Initial Assessment of Open Rotor Propulsion Applied to an Advanced Single-Aisle Aircraft

Application of high speed, advanced turboprops, or “propfans,” to subsonic transport aircraft received significant attention and research in the 1970s and 1980s when fuel efficiency was the driving focus of aeronautical research. Recent volatility in fuel prices and concern for aviation’s environmental impact have renewed interest in unducted, open rotor propulsion, and revived research by NASA and a number of engine manufacturers. Unfortunately, in the two decades that have passed since open rotor concepts were thoroughly investigated, NASA has lost experience and expertise in this technology area. This paper describes initial efforts to re-establish NASA’s capability to assess aircraft designs with open rotor propulsion.

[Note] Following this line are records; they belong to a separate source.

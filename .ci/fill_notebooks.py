"""Run the notebooks and keep what they show, for viewers that run nothing.

    python .ci/fill_notebooks.py

Live state and times are left out, so that the same kit fills in the same outputs.
"""

from __future__ import annotations

import copy
import tempfile
from pathlib import Path

import nbformat
from nbclient import NotebookClient

NOTEBOOKS = Path(__file__).parents[1] / "notebooks"
LIVE = "application/vnd.jupyter.widget-view+json"


def filled(notebook: nbformat.NotebookNode) -> nbformat.NotebookNode:
    """Run a notebook in a folder of its own and keep its static outputs."""
    metadata = copy.deepcopy(notebook.metadata)
    with tempfile.TemporaryDirectory() as folder:
        resources = {"metadata": {"path": folder}}
        NotebookClient(notebook, resources=resources, store_widget_state=False).execute()
    notebook.metadata = metadata
    for cell in notebook.cells:
        cell.metadata = nbformat.NotebookNode()
        if cell.cell_type == "code":
            cell.outputs = [_static(output, folder) for output in cell.outputs]
    return notebook


def _static(output: nbformat.NotebookNode, folder: str) -> nbformat.NotebookNode:
    """What a viewer can show of an output, without the folder it was made in."""
    data = output.get("data", {})
    data.pop(LIVE, None)
    data.update({kind: text.replace(f"{folder}/", "") for kind, text in data.items()})
    output.pop("transient", None)
    return output


def main() -> None:
    """Fill every notebook in its place."""
    for path in sorted(NOTEBOOKS.glob("*.ipynb")):
        notebook = filled(nbformat.read(path, as_version=4))
        nbformat.write(notebook, path)
        print(f"{path.name}: {path.stat().st_size / 1e3:.0f} kB")


if __name__ == "__main__":
    main()
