def use_design(path: Path, bench: Bench, rng) -> None:
    """A profile that was read is made of numbers, and can be compared."""
    found = read_design(path)
    if not (np.isfinite(found.line.b).all() and np.isfinite(found.line.covariance).all()):
        raise HarmError("a profile that is not made of numbers")
    if rng.random() < 0.3:
        compare(bench.seeds.fmap, path)


def command_reduce(bench: Bench, rng) -> None:
    """The whole way from the command line, with a spoilt campaign or table."""
    folder = bench.folder / "whole"
    shutil.rmtree(folder, ignore_errors=True)
    folder.mkdir()
    for file in bench.seeds.folder.glob("*.csv"):
        if file.is_file() and not file.is_symlink():
            shutil.copyfile(file, folder / file.name)
    first = min(folder.glob("pass_*.csv"))
    (folder / "campaign.toml").write_bytes(bench.seeds.campaign)
    file = folder / "campaign.toml" if rng.random() < 0.6 else first
    for _ in range(20):  # what the readers refuse is looked at by the other cases
        file.write_bytes(spoilt_text(file.read_bytes(), rng))
        with contextlib.suppress(FieldmapError):
            fieldmap.load(folder)
            break
        file.write_bytes(bench.seeds.campaign if file != first else bench.seeds.table)
    bench.sizes.append(4_000_000)  # a map is larger than its tables
    run_command(["reduce", str(folder), "--out", str(folder / "out")], folder)
    page = folder / "out" / "report.html"
    if page.exists():
        check_page(page.read_text(encoding="utf-8"))


def command_report(bench: Bench, rng) -> None:
    """The report on a forged map, with a seal that fits."""
    folder = bench.folder / "whole"
    shutil.rmtree(folder, ignore_errors=True)
    folder.mkdir()
    for _ in range(50):
        try:
            out = spoilt_map(bench.seeds.fmap, rng)
            check_map(out, "map.nc")
            save_map(out, folder / "map.nc")
        except FieldmapError:
            continue
        except Exception:  # noqa: BLE001 - what cannot be written is no file
            continue
        break
    bench.sizes.append(4_000_000)
    verb = ["report"] if rng.random() < 0.7 else ["export"]
    out = folder / "out" / ("" if verb == ["report"] else "table.csv")
    out.parent.mkdir(exist_ok=True)
    run_command([*verb, str(folder / "map.nc"), "--out", str(out)], folder)
    page = folder / "out" / "report.html"
    if page.exists():
        check_page(page.read_text(encoding="utf-8"))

Specifically, methodologies for aircraft-level sizing, performance analysis, and system-level noise analysis are described. Propulsion modeling techniques have been described in a previous paper. Initial results from application of these methods to an advanced single-aisle aircraft using open rotor engines based on historical blade designs are presented. These results indicate open rotor engines have the potential to provide large reductions in fuel consumption and emissions. Initial noise analysis indicates that current noise regulations can be met with old blade designs and modern, noiseoptimized blade designs are expected to result in even lower noise levels. Although an initial capability has been established and initial results obtained, additional development work is necessary to make NASA’s open rotor system analysis capability on par with existing turbofan analysis capabilities.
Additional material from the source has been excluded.